Extracted records

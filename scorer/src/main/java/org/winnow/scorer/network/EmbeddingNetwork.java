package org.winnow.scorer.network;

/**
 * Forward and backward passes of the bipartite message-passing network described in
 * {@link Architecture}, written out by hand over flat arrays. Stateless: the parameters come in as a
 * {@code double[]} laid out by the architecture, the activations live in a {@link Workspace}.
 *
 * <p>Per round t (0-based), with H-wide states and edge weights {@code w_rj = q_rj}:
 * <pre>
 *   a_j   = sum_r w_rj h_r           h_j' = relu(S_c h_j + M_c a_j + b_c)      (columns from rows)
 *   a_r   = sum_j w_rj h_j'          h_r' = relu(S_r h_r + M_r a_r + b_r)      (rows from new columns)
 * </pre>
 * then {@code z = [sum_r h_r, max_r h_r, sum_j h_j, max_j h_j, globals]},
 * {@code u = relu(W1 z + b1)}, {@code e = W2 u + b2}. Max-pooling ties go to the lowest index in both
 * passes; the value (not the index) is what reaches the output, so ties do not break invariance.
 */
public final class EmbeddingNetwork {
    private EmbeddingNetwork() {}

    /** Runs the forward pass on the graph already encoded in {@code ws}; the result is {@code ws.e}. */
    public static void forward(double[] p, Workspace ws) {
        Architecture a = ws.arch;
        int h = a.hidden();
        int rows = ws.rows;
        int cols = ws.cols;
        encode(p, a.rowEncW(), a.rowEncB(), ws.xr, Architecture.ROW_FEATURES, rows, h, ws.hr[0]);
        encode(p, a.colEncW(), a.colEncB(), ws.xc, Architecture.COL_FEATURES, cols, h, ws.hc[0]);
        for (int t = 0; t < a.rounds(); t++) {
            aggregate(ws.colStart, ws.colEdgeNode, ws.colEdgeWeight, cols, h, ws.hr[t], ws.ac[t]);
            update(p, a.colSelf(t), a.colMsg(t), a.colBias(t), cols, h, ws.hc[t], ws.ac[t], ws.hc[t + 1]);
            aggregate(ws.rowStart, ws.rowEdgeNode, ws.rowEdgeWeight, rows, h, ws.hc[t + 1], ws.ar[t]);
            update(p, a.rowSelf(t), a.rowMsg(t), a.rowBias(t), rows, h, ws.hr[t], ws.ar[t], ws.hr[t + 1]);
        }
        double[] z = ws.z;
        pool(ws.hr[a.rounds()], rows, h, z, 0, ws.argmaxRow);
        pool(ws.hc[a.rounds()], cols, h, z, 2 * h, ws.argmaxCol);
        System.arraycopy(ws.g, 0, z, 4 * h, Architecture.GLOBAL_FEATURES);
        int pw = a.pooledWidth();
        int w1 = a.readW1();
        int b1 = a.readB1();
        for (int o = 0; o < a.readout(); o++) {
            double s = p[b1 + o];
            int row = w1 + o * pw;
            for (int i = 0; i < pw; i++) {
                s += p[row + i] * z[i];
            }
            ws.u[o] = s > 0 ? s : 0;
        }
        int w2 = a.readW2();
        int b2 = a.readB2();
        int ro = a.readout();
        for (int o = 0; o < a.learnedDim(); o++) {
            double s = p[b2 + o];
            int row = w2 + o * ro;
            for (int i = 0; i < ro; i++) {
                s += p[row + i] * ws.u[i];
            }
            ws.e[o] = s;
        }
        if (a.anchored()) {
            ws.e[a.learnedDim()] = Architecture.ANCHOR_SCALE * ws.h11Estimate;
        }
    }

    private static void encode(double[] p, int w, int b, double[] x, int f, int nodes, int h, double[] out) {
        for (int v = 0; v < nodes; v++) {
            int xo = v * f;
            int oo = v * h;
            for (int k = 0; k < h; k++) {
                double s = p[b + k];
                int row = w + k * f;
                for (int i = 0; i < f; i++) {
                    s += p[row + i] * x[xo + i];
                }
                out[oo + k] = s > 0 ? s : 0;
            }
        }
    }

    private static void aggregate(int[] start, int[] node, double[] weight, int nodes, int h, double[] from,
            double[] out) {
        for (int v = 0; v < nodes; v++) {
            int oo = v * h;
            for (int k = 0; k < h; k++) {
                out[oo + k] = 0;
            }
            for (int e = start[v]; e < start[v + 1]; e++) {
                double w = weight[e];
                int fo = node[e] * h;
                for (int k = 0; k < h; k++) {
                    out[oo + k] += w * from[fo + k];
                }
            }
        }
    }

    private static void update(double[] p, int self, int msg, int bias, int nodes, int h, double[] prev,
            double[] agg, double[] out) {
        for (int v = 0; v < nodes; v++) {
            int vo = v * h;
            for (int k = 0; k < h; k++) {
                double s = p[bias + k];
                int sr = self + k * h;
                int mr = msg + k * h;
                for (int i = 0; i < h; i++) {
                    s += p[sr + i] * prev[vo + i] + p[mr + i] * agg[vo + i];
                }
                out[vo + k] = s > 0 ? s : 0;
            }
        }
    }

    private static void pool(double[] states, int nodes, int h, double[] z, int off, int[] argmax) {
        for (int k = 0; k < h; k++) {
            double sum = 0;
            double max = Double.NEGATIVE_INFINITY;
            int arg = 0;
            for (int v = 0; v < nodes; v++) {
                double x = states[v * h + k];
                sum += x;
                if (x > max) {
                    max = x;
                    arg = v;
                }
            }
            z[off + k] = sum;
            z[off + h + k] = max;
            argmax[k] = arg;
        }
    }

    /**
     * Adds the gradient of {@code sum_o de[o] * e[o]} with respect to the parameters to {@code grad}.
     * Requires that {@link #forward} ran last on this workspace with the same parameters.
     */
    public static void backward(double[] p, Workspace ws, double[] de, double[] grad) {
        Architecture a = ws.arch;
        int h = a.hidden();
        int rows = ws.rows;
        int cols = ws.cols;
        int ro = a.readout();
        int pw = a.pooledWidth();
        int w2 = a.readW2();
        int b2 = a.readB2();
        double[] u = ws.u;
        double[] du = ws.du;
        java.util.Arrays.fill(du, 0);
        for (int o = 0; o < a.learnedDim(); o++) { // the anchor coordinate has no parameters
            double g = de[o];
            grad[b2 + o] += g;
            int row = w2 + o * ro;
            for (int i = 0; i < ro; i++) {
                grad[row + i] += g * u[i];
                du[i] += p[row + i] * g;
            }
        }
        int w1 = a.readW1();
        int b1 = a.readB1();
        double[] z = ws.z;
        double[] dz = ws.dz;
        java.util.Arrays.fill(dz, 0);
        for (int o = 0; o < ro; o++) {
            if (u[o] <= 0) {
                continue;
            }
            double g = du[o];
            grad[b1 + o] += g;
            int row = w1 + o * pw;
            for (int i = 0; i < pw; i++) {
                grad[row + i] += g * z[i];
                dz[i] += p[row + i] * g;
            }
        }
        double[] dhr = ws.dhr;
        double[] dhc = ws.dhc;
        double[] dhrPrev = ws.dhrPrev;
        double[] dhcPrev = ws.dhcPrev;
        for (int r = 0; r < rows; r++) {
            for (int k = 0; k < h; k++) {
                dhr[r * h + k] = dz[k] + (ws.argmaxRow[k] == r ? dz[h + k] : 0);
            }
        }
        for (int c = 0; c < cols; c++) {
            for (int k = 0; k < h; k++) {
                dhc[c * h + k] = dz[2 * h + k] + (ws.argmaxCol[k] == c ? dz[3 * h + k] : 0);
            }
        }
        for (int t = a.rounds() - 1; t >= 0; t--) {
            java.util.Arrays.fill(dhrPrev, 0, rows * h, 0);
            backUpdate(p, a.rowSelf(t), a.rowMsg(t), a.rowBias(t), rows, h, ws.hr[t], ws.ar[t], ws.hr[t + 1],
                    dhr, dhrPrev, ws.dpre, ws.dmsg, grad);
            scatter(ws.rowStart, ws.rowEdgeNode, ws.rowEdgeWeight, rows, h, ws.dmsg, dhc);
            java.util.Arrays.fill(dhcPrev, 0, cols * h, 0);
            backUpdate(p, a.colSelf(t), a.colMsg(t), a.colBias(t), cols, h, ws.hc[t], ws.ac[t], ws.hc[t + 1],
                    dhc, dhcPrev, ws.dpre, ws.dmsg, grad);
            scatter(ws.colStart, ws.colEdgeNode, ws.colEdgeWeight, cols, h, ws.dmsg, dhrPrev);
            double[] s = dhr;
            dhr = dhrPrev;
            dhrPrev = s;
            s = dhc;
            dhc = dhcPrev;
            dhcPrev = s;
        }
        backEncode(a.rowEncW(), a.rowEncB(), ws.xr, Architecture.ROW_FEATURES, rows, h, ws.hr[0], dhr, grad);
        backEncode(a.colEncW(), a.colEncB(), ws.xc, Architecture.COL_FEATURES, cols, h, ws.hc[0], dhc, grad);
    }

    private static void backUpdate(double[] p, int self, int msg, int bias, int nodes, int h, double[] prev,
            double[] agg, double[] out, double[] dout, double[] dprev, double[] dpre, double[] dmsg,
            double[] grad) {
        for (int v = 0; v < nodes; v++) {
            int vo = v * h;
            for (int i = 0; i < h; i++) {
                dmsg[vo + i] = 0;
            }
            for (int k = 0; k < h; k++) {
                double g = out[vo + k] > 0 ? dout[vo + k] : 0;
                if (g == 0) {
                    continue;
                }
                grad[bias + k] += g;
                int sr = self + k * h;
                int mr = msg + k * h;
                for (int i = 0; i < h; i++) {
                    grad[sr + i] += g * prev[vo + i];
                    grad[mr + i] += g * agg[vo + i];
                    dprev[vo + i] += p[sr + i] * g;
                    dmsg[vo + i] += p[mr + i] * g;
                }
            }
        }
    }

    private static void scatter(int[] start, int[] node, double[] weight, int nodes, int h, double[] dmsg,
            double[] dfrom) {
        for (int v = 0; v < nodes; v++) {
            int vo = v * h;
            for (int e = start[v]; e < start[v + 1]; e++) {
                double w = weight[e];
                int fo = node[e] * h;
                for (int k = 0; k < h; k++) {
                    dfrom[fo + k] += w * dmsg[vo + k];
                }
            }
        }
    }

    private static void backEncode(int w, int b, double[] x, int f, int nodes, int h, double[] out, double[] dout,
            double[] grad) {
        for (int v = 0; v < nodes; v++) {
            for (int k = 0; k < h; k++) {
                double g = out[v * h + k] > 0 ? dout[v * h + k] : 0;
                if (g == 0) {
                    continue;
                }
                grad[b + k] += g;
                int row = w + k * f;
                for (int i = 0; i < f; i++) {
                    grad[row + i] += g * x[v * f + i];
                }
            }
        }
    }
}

What you should do
From the opening line of the data above through the line holding "for (int t = 0;", give every line again exactly as it stands.

Solution to the problem
filename scorer/src/main/java/org/winnow/scorer/network/EmbeddingNetwork.java
package org.winnow.scorer.network;

/**
 * Forward and backward passes of the bipartite message-passing network described in
 * {@link Architecture}, written out by hand over flat arrays. Stateless: the parameters come in as a
 * {@code double[]} laid out by the architecture, the activations live in a {@link Workspace}.
 *
 * <p>Per round t (0-based), with H-wide states and edge weights {@code w_rj = q_rj}:
 * <pre>
 *   a_j   = sum_r w_rj h_r           h_j' = relu(S_c h_j + M_c a_j + b_c)      (columns from rows)
 *   a_r   = sum_j w_rj h_j'          h_r' = relu(S_r h_r + M_r a_r + b_r)      (rows from new columns)
 * </pre>
 * then {@code z = [sum_r h_r, max_r h_r, sum_j h_j, max_j h_j, globals]},
 * {@code u = relu(W1 z + b1)}, {@code e = W2 u + b2}. Max-pooling ties go to the lowest index in both
 * passes; the value (not the index) is what reaches the output, so ties do not break invariance.
 */
public final class EmbeddingNetwork {
    private EmbeddingNetwork() {}

    /** Runs the forward pass on the graph already encoded in {@code ws}; the result is {@code ws.e}. */
    public static void forward(double[] p, Workspace ws) {
        Architecture a = ws.arch;
        int h = a.hidden();
        int rows = ws.rows;
        int cols = ws.cols;
        encode(p, a.rowEncW(), a.rowEncB(), ws.xr, Architecture.ROW_FEATURES, rows, h, ws.hr[0]);
        encode(p, a.colEncW(), a.colEncB(), ws.xc, Architecture.COL_FEATURES, cols, h, ws.hc[0]);
        for (int t = 0; t < a.rounds(); t++) {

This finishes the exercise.